After leaving Apex Headquarters and what was basically my funeral wake, Simone attempted to put her mothering mode into full gear.

"You seem pale, Calla. Too much excitement. You'll spend the night at my home with me and your siblings. I'll have Mirena make you bacon and an omelet with a fresh squeezed orange juice for breakfast tomorrow."

"Mirena is on leave for an ulcer, remember mom?" Spence said. He gave me a sympathetic half-smile. Even though he didn't know all that Arla now did, Spence still seemed to sense my unhappiness, as well as my anger with our mother.

"She is? Did she tell us about this?"

"Several times."

"Well then, who's cooking for us?"

"It's Mrs. Jacobs," Arla said without looking up from her phone.

Simone made a stink face. "Mrs. Jacobs always burns the eggs."

"It doesn't matter who's cooking your breakfast tomorrow," I said. "I'm not staying with you tonight. I want to sleep in my own bed."

"It's still your own bed in your own bedroom, Calla."

I sighed. "No, it's not. I haven't lived at home for seven years."

"I still think it would be better if—"

"If you could watch me constantly until the day of the union?"

Simone scowled. "Don't be childish, Calla."

"Then don't treat me like a child, Mother." I tapped on the glass separating us from the front of the car. Jackson lowered the window. "Drop me off at my place before you bring them back to Mom's house."

Jackson nodded. "Will do, Miss Bardot."

"Wait, Jackson!" My mother said, but Jackson had already put up the window. She huffed several times. "What has gotten into that man? Has he forgotten who signs his checks?"

"Maybe he just remembers who treats him nicely and who treats him like crap," Spence said. A gutsy move from a kid who was just about done with my mother's domineering attitude.

I gave him a nudge and a smile and braced myself for the argument that was about to break out, but instead of reprimanding him, Simone huffed a few more times and turned towards the window, saying nothing all the way back to my place.

My shoulders felt lighter once I'd extracted myself from the car and walked away from it towards the front doors of my building, my security team flanking me. "Any chance you might want to take the night off?" I asked them but got nothing more than an apologetic smile from Evan and nothing but resigned stoicism from the other three.

Once my bodyguards had swept my apartment, I ordered them out. "I can't deal with you people in my personal space tonight. No offense," I told them, and it wasn't for the first time. I'd rented them the small studio space that was available across the hall from me a few weeks back and they'd gotten used to spending most nights there, with occasional check-ins and sweeps of the building.

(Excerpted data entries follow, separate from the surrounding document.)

"""Which files of a folder are the frames, and in which order."""

from __future__ import annotations

from collections.abc import Iterator
from pathlib import Path

from natsort import natsorted, ns

from dic.errors import FrameError, Notice, listed
from dic.frames.readers import READERS, reader_of

#: What operating systems leave in folders.
_HIDDEN = {"thumbs.db", "desktop.ini"}


def find_frames(source: Path, beside: Path | None = None) -> tuple[list[Path], list[Notice]]:
    """List the picture files behind a folder, a file or a pattern, in natural order.

    Parameters
    ----------
    source
        A folder, a file, or a pattern for the file's name.
    beside
        A file that may lie among the frames and is expected there.

    Returns
    -------
    tuple
        Files in natural order of names (``cam_9`` before ``cam_10``), and what was left out.

    Raises
    ------
    FrameError
        If there is no picture, or more than one video.
    """
    try:
        found = _behind(source)
    except OSError as error:
        raise FrameError(
            f"cannot be read ({error.strerror})", where=str(source), remedy="check frames.source"
        ) from error
    known = [path for path in found if path.suffix.lower() in READERS]
    stills = [path for path in known if not reader_of(path).video]
    videos = [path for path in known if reader_of(path).video]
    taken = stills or videos
    if not taken:
        there = source.exists() or (source.parent.is_dir() and "*" in source.name)
        raise FrameError(
            "no frames found" if there else "no frames found, because it does not exist",
            where=str(source),
            remedy=f"name a folder, a file or a pattern of {', '.join(READERS)} files",
        )
    if not stills and len(videos) > 1:
        raise FrameError(
            f"holds {len(videos)} videos", where=str(source), remedy=f"name one, for example {videos[0].name}"
        )
    kept = _one_of_each(taken)
    foreign = [path for path in found if path not in set(taken) and path != beside]
    notices = [*_foreign(foreign), *_twins(taken, kept), *_kinds(kept)]
    return natsorted(kept, key=lambda path: path.name, alg=ns.PATH), notices


def _behind(source: Path) -> list[Path]:
    if source.is_file():
        return [source]
    if source.is_dir():
        found = source.iterdir()
    elif source.parent.is_dir():
        found = source.parent.glob(source.name)
    else:
        return []
    # No pipes or devices, which would be waited for without end.
    return [
        path
        for path in found
        if path.is_file() and not path.name.startswith(".") and path.name.lower() not in _HIDDEN
    ]


def _one_of_each(paths: list[Path]) -> list[Path]:
    """Of pictures that differ only in their ending, keep the one that lost least."""
    rank = {ending: (reader.lossy, k) for k, (ending, reader) in enumerate(READERS.items())}
    best: dict[str, Path] = {}
    for path in sorted(paths, key=lambda path: (*rank[path.suffix.lower()], path.name)):
        best.setdefault(path.stem, path)
    return list(best.values())


def _names(paths: list[Path]) -> list[str]:
    return natsorted(path.name for path in paths)


def _foreign(paths: list[Path]) -> Iterator[Notice]:
    if paths:
        yield Notice(
            "files_ignored",
            f"Among the frames lie files that are none and were ignored: {listed(_names(paths))}.",
        )


def _twins(paths: list[Path], kept: list[Path]) -> Iterator[Notice]:
    left = _names([path for path in paths if path not in set(kept)])
    if left:
        yield Notice(
            "frames_twice",
            f"Some frames are there in two formats; the one without loss was taken, and left out were: "
            f"{listed(left)}.",
        )


def _kinds(paths: list[Path]) -> Iterator[Notice]:
    endings = {path.suffix.lower() for path in paths}
    if len({id(READERS[ending]) for ending in endings}) > 1:
        yield Notice(
            "frames_mixed",
            f"The frames are of several formats ({', '.join(sorted(endings))}) and are in order of "
            "their names; check that all belong to this test.",
        )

Bodyguards removed, I threw myself down on my chaise lounge and cried dramatically, as though I was a Victorian lady whose secret crush had just been lost at sea. Time ticked by as the tears flowed. I couldn't wrap my head around the fact that I was supposed to mate with Aamon, deny my true mate, and somehow this would lead to the salvation of werewolves. Why? Why couldn't me mating with Rhys, joining with him in a lifetime union be the salve the city needed to convince them we weren't inhumane monsters?

You aren't good enough for him. He's fated for someone better than you. He'll mate with an Apex woman, of course. All of these things that I'd heard more than once—that was why. Gerald would never let his heir lower himself by mating with a Crown werewolf, even if that werewolf was its Luna. I wasn't good enough. My pack was no longer strong enough. But I was good enough for Apex's second son. That was a deal Gerald was willing to make, and my mother was willing to take this consolation prize. Aamon, after all, was likely more capable of producing an Alpha son than other Crown werewolves were.